def literal_operand_range(op: str, node: TCall) -> tuple[int, int, int] | None:
    """When one operand of ``a op b`` is an int literal: (index of the other operand, lowest
    and highest value of it for which the exact result fits in int64). Exact integer
    arithmetic here, so the SQL check is one comparison pair."""
    (a_lit, a), (b_lit, b) = literal_of(node.args[0]), literal_of(node.args[1])
    if b_lit and isinstance(b, int):
        other, k = 0, b
    elif a_lit and isinstance(a, int) and op != "subtract":
        other, k = 1, a
    elif a_lit and isinstance(a, int):  # k - b fits  <=>  b in [k - MAX, k - MIN]
        return 1, a - INT64_MAX, a - INT64_MIN
    else:
        return None
    if op == "add":
        return other, INT64_MIN - k, INT64_MAX - k
    if op == "subtract":
        return other, INT64_MIN + k, INT64_MAX + k
    if k == 0:
        return other, INT64_MIN, INT64_MAX
    if k > 0:  # x * k in [MIN, MAX]  <=>  x in [ceil(MIN / k), floor(MAX / k)]
        return other, -((-INT64_MIN) // k), INT64_MAX // k
    return other, -((-INT64_MAX) // k), INT64_MIN // k  # k < 0 flips: [ceil(MAX / k), floor(MIN / k)]


def range_check(engine: Engine, x: Tree, lo: int, hi: int) -> Tree | None:
    """x outside [lo, hi], leaving out the sides that every int64 satisfies."""
    tests = []
    if lo > INT64_MIN:
        tests.append(t.lt(x, engine.int_literal(lo)))
    if hi < INT64_MAX:
        tests.append(t.gt(x, engine.int_literal(hi)))
    return t.or_(*tests) if tests else None


def int_arith(engine: Engine, node: TCall, args: list[Tree], op: str,
              general: Callable[[Tree, Tree], Tree] | None = None) -> Tree:
    """int64 + - * with the overflow error; ``general`` is the engine's check for two
    non-literal operands (default: int64 bounds arithmetic behind CASE branches)."""
    a, b = args
    value = {"add": t.add, "subtract": t.sub, "multiply": t.mul}[op](a, b)
    literal_range = literal_operand_range(op, node)
    if literal_range is not None:
        other, lo, hi = literal_range
        check = range_check(engine, args[other], lo, hi)
    else:
        check = (general or (lambda x, y: _bounds_check(engine, op, x, y)))(a, b)
    if check is None:
        return value
    # Every comparison in the check is null when a or b is, and a null check never raises.
    return guarded(engine, node, args, [(check, ErrorClass.OUT_OF_RANGE)], value, checks_reject_nulls=True)


def nonzero_literal(node: Typed) -> bool:
    """A literal divisor that is a number other than zero (NaN included: NaN is not zero)."""
    is_literal, value = literal_of(node)
    return is_literal and isinstance(value, (int, float)) and not isinstance(value, bool) and value != 0


def round_int(ctx: LowerContext, engine: Engine, node: TCall, args: list[Tree]) -> Tree:
    """round(int64, digits) for a literal ``digits``: half away from zero, exact."""
    x = args[0]
    if len(node.args) == 1:
        return x
    is_literal, digits = literal_of(node.args[1])
    if not is_literal:
        ctx.refuse(node, "digits must be a literal")
    if digits is None:
        return null_after(engine, args)
    assert isinstance(digits, int)
    if digits >= 0:
        return x
    lit = engine.int_literal
    zero = lit(0)
    if -digits >= 20:  # 10^20 / 2 exceeds every int64: everything rounds to 0
        return t.case((engine.is_null(x), engine.null(I)), default=zero)
    if -digits == 19:  # 10^19 itself does not fit: |x| >= 5e18 overflows, the rest is 0
        half = 5 * 10**18
        return t.case((engine.is_null(x), engine.null(I)),
                      (t.or_(t.ge(x, lit(half)), t.le(x, lit(-half))), engine.raise_(ErrorClass.OUT_OF_RANGE, I)),
                      default=zero)
    unit = 10 ** (-digits)
    u, one, quotient = lit(unit), lit(1), engine.int_div
    # Non-negative x: q = x / unit (+1 when the remainder is at least half). Negative x works
    # on the negative side, so -2^63 needs no abs().
    up = t.case((t.ge(t.mul(lit(2), t.mod(x, u)), u), t.add(quotient(x, u), one)), default=quotient(x, u))
    down = t.case((t.ge(t.mul(lit(-2), t.mod(x, u)), u), t.sub(quotient(x, u), one)), default=quotient(x, u))
    q = t.case((t.ge(x, zero), up), default=down)
    overflow = t.case((t.ge(x, zero), t.gt(up, lit(INT64_MAX // unit))), default=t.lt(down, lit(-(-INT64_MIN // unit))))
    return t.case((engine.is_null(x), engine.null(I)), (overflow, engine.raise_(ErrorClass.OUT_OF_RANGE, I)),
                  default=t.mul(q, u))


# ------------------------------------------------------------------------------ strings
def substring(engine: Engine, node: TCall, args: list[Tree], substr: Callable[..., Tree],
              extra_checks: Sequence[tuple[Tree, ErrorClass]] = ()) -> Tree:
    """ISO substring: positions before 1 exist but are empty; a negative length is an error.
    ``substr(s, start[, count])`` is the engine's own, called only with start >= 1, count >= 0."""
    lit = engine.int_literal
    one = lit(1)
    s, start = args[0], args[1]
    if len(args) == 2:
        value = t.case((t.ge(start, one), substr(s, start)), default=s)  # a null start takes the default
        return guarded(engine, node, args, list(extra_checks), value, nulls_first=True)
    length = args[2]
    value = t.case((t.ge(start, one), substr(s, start, length)),
                   (t.le(t.add(start, length), one), t.string("")),  # start <= 0, length >= 0: no overflow
                   default=substr(s, one, t.sub(t.add(start, length), one)))
    checks = [*extra_checks, (t.lt(length, lit(0)), ErrorClass.INVALID_ARGUMENT)]
    return guarded(engine, node, args, checks, value, nulls_first=True)


def escape_pattern_invalid(pattern: Tree, escape: str) -> Tree:
    """True when the pattern uses ``escape`` before anything but %, _ or itself (or last).

    Scanning left to right, a run of escapes pairs up from the left, so dropping every
    doubled escape, then every escaped % and _, leaves an escape exactly when one is misused."""
    e = t.string(escape)
    rest = t.call("replace", pattern, t.string(escape * 2), t.string(""))
    rest = t.call("replace", rest, t.string(escape + "%"), t.string(""))
    rest = t.call("replace", rest, t.string(escape + "_"), t.string(""))
    return t.gt(t.call("instr", rest, e), t.number(0))


def static_like_error(node: TCall) -> ErrorClass | None | bool:
    """For literal pattern and escape: the error the pattern raises, None when valid; False
    when not both literal."""
    if len(node.args) < 3:
        return None
    (p_lit, pattern), (e_lit, escape) = literal_of(node.args[1]), literal_of(node.args[2])
    if not (p_lit and e_lit) or pattern is None or escape is None:
        return False
    regex = like_regex(str(pattern), str(escape))
    return regex.error if isinstance(regex, RowError) else None


def integer_text_checks(trimmed: Tree, left: Callable[[Tree, int], Tree], after_sign: Callable[[Tree], Tree],
                        length: Callable[[Tree], Tree]) -> tuple[Tree, Tree]:
    """(invalid, out_of_range) for a space-trimmed string as an int64 numeral: an optional sign
    and ASCII digits; range decided on the digits, so no engine conversion ever overflows."""
    first = left(trimmed, 1)
    signed = t.in_list(first, [t.string("+"), t.string("-")])
    unsigned = t.case((signed, after_sign(trimmed)), default=trimmed)
    invalid = t.or_(t.eq(unsigned, t.string("")),
                    t.ne(t.call("ltrim", unsigned, t.string("0123456789")), t.string("")))
    digits = t.call("ltrim", unsigned, t.string("0"))
    limit = t.case((t.eq(first, t.string("-")), t.string(str(-INT64_MIN))), default=t.string(str(INT64_MAX)))
    n = length(digits)
    out_of_range = t.or_(t.gt(n, t.number(19)), t.and_(t.eq(n, t.number(19)), t.gt(digits, limit)))
    return invalid, out_of_range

□ □ □ □

EXERCISE DETAILS:
Please return every line in the data that includes the string "left".

TASK ANSWER:
    Scanning left to right, a run of escapes pairs up from the left, so dropping every
def integer_text_checks(trimmed: Tree, left: Callable[[Tree, int], Tree], after_sign: Callable[[Tree], Tree],
    first = left(trimmed, 1)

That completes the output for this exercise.